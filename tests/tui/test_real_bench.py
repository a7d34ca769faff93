"""The bench UI on the real engine and the real instrument path: drivers.simbench
served over loopback TCP, ScpiVna / ScpiProber through pyvisa-py (wired by
tui.benches.build_bench as `probelog run --bench sim` does), probelog.session.Engine
journaling for real. A lifted port-1 tip is injected on the first site the plan
lands on; the operator calibrates from the keyboard, sees the fault caught, re-lands
to a pass, finishes the reduced plan, shades the wafer by a line metric and quits.
Then the journal is read back.
"""

from __future__ import annotations

import argparse
import json
from pathlib import Path

from tests.tui.helpers import press, quit_session, settle
from tests.tui.test_flow import screen_text
from probelog.tui.app import build_app
from probelog.tui.messages import ChecksFinished, LandingStarted, SweepMeasured
from probelog.tui.screens.calibrate import Calibrate
from probelog.tui.screens.probe import Probe
from probelog.tui.screens.wafer import WaferView
from probelog.tui.widgets.die_map import SHADES, DieMap

ROOT = Path(__file__).resolve().parents[2]
DEMO = ROOT / "probelog" / "plans" / "demo.toml"
KIT = ROOT / "probelog" / "kits" / "plx7.toml"
SITES = ("ln-cpw-m9-r2-l500", "ln-cpw-m9-r2-l1500")
DIES = ((4, 1), (4, 3))


def reduced_plan(tmp_path: Path) -> Path:
    """The demo plan cut to two dies and two line sites, kit path made absolute."""
    text = DEMO.read_text()
    start, end = text.index("dies = ["), text.index('order = "serpentine"')
    text = text[:start] + f"dies = {[list(d) for d in DIES]}\n" + text[end:]
    start, end = text.index("sites = [\n"), text.index("# Re-measure the thru")
    text = text[:start] + f"sites = {json.dumps(list(SITES))}\n" + text[end:]
    text = text.replace('kit = "../kits/plx7.toml"', f'kit = "{KIT.as_posix()}"')
    path = tmp_path / "reduced.toml"
    path.write_text(text)
    return path


def journal(session_dir: Path) -> list[dict]:
    return [json.loads(x) for x in (session_dir / "journal.jsonl").read_bytes().splitlines()]


def board_text(app) -> str:
    return app.screen.query_one("#board").shown_text


def test_real_engine_on_the_simulated_bench(tmp_path):
    import asyncio

    from probelog.plan import load_plan
    from probelog.session import Engine
    from probelog.tui.benches import build_bench

    plan = load_plan(str(reduced_plan(tmp_path)))
    first_die = plan.dies_in_order()[0]
    fault = (tuple(first_die), SITES[0])
    opts = argparse.Namespace(bench="sim", vna=None, vna_dialect="generic-vna", prober=None,
                              prober_dialect="generic-prober", watch_folder=None, seed=11,
                              fault=[f"lifted-1@{first_die[0]},{first_die[1]}:{SITES[0]}"], fault_rate=0.0)
    engines: list = []

    def factory():
        bench = build_bench(opts, plan.probes.ids)
        try:
            engines.append(Engine.new(plan, bench, tmp_path / "sessions", operator="ana",
                                      session_id="QF2611-W07-ui"))
        except BaseException:
            bench.close()
            raise
        return engines[-1]

    messages: list = []
    by_metric: dict = {}

    async def go():
        app = build_app(factory, show_cautions=False)
        async with app.run_test(size=(120, 40), message_hook=messages.append) as pilot:
            await settle(pilot, "open")
            assert isinstance(app.screen, Calibrate)
            for _ in plan.calibration.standards:  # LRRM: open, short, load, thru
                await press(pilot, "space")
            await press(pilot, "k")
            # verification and agreement judged; the SOLT cross-check may only warn
            assert "cal set cal1 (lrrm)" in board_text(app) and "FAIL" not in board_text(app)
            await press(pilot, "a")
            assert isinstance(app.screen, Probe)
            await press(pilot, "space")  # the drift reference right after the cal
            assert "drift reference" in board_text(app)
            # the fault: one keypress from the sweep to FAIL on the board
            n = len(messages)
            await press(pilot, "space")
            kinds = [type(m) for m in messages[n:]]
            assert kinds.index(LandingStarted) < kinds.index(SweepMeasured) < kinds.index(ChecksFinished)
            shown = board_text(app)
            assert "✖ FAIL" in shown and f"die {first_die[0]},{first_die[1]} · {SITES[0]}" in shown, shown
            text = screen_text(app)
            assert "contact" in text and "port 1" in text, text
            # a failed pre-check took no sweep: nothing to keep, so A is neither offered nor taken
            assert "keep FAIL" not in text and "no sweep to keep" in text, text
            await press(pilot, "A")
            assert isinstance(app.screen, Probe) and "✖ FAIL" in board_text(app)
            await press(pilot, "r")  # re-land: the fault was for one landing
            shown = board_text(app)
            assert "✖ FAIL" not in shown and "landing 2" in shown, shown
            await press(pilot, "a")
            for _ in range(len(SITES) * len(DIES) - 1):
                await press(pilot, "space")
                assert "✖ FAIL" not in board_text(app), board_text(app)
                await press(pilot, "a")
            assert "every site of the plan is decided" in str(app.screen.query_one("#where").render())
            # the wafer by a line metric of a real session: a shade on every die
            await press(pilot, "w", "m")
            assert isinstance(app.screen, WaferView)
            die_map = app.screen.query_one(DieMap)
            assert die_map.values is not None and set(die_map.values) == set(DIES), die_map.values
            assert sum(die_map.render().plain.count(s) for s in SHADES) == len(DIES)
            by_metric.update(choice=app.screen._choice(), values=dict(die_map.values))
            assert by_metric["choice"].label in screen_text(app)
            await press(pilot, "escape")
            await quit_session(pilot)
        assert app.return_code == 0

    asyncio.run(go())
    session = tmp_path / "sessions" / "QF2611-W07-ui"
    events = journal(session)
    types = [e["type"] for e in events]
    assert types[0] == "session-opened" and types[-1] == "session-closed"
    assert events[-1]["payload"]["completed"] is True
    assert types.count("cal-standard") == 4 and "cal-accepted" in types
    # the lifted tip is caught by the contact pre-check: a FAIL landing of its own kind
    landings = [e["payload"] for e in events if e["type"] in ("landing", "precheck")]
    assert [(tuple(p["die"]), p["site"], p["landing"], p["verdict"]) for p in landings][:2] == [
        (fault[0], fault[1], 1, "fail"), (fault[0], fault[1], 2, landings[1]["verdict"])]
    assert [e["type"] for e in events if e["type"] in ("landing", "precheck")][0] == "precheck"
    assert landings[1]["verdict"] != "fail"
    contact = next(c for c in landings[0]["checks"] if c["name"] == "contact")
    assert contact["verdict"] == "fail"
    decisions = [(tuple(p["die"]), p["site"], p["action"]) for p in
                 (e["payload"] for e in events if e["type"] == "decision")]
    assert decisions[0] == (fault[0], fault[1], "reland")
    kept = {(d, s) for d, s, a in decisions if a == "accept"}
    assert kept == {(tuple(d), s) for d in DIES for s in SITES}
    # the map showed, for each die, the figure journaled with its kept landing at the
    # journaled frequency nearest the chosen one (read here from the raw lines)
    choice = by_metric["choice"]
    for die in DIES:
        kept = [p for p in landings if tuple(p["die"]) == die and p["site"] == choice.site][-1]
        f = kept["metrics"]["f_hz"]
        i = min(range(len(f)), key=lambda k: abs(f[k] - choice.f_hz))
        assert by_metric["values"][die] == kept["metrics"][choice.key][i]
    # every landing's data file is on disk with the hash the journal names
    import hashlib

    for p in landings:
        ref = p.get("corrected") or p["raw"]  # a failed pre-check keeps its raw short sweep
        assert hashlib.sha256((session / ref["path"]).read_bytes()).hexdigest() == ref["sha256"]


def test_reland_after_a_fail_goes_before_a_due_drift_check(tmp_path):
    """``r`` after a FAIL re-lands that site even when the plan's drift cadence has
    fallen due (issue #12: the screen showed the drift reference's PASS first);
    the re-measure comes before the next new site. The UI only asks the engine."""
    import asyncio

    from probelog.plan import load_plan
    from probelog.session import Engine
    from probelog.tui.benches import build_bench

    path = reduced_plan(tmp_path)
    path.write_text(path.read_text().replace("drift_every_landings = 40", "drift_every_landings = 1"))
    plan = load_plan(str(path))
    first_die = plan.dies_in_order()[0]
    opts = argparse.Namespace(bench="sim", vna=None, vna_dialect="generic-vna", prober=None,
                              prober_dialect="generic-prober", watch_folder=None, seed=11,
                              fault=[f"lifted-1@{first_die[0]},{first_die[1]}:{SITES[0]}"], fault_rate=0.0)

    def factory():
        bench = build_bench(opts, plan.probes.ids)
        try:
            return Engine.new(plan, bench, tmp_path / "sessions", operator="ana", session_id="QF2611-W07-rl")
        except BaseException:
            bench.close()
            raise

    async def go():
        app = build_app(factory, show_cautions=False)
        async with app.run_test(size=(120, 40)) as pilot:
            await settle(pilot, "open")
            for _ in plan.calibration.standards:
                await press(pilot, "space")
            await press(pilot, "k")
            await press(pilot, "a")
            await press(pilot, "space")  # the drift reference right after the cal
            assert "drift reference" in board_text(app)
            await press(pilot, "space")  # the lifted tip: FAIL, and a re-measure is due now
            assert "✖ FAIL" in board_text(app)
            await press(pilot, "r")
            shown = board_text(app)
            assert "drift reference" not in shown and f"{SITES[0]}" in shown and "landing 2" in shown, shown
            await press(pilot, "a")
            await press(pilot, "space")  # the next new site: the due re-measure first
            assert "drift reference" in board_text(app), board_text(app)
            await quit_session(pilot)

    asyncio.run(go())
    events = journal(tmp_path / "sessions" / "QF2611-W07-rl")
    measured = [(e["type"], e["payload"]["site"], e["payload"]["landing"]) for e in events
                if e["type"] in ("landing", "precheck", "drift")]
    n = measured[0][2]  # the thru's landings go on from its landing as a cal standard
    assert measured[:4] == [("drift", "cal-thru", n), ("precheck", SITES[0], 1), ("landing", SITES[0], 2),
                            ("drift", "cal-thru", n + 1)], measured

——

(Your objective)
Please show the lines in the entries above that hold the string "next".

(Problem solution)
    contact = next(c for c in landings[0]["checks"] if c["name"] == "contact")
    the re-measure comes before the next new site. The UI only asks the engine."""
            await press(pilot, "space")  # the next new site: the due re-measure first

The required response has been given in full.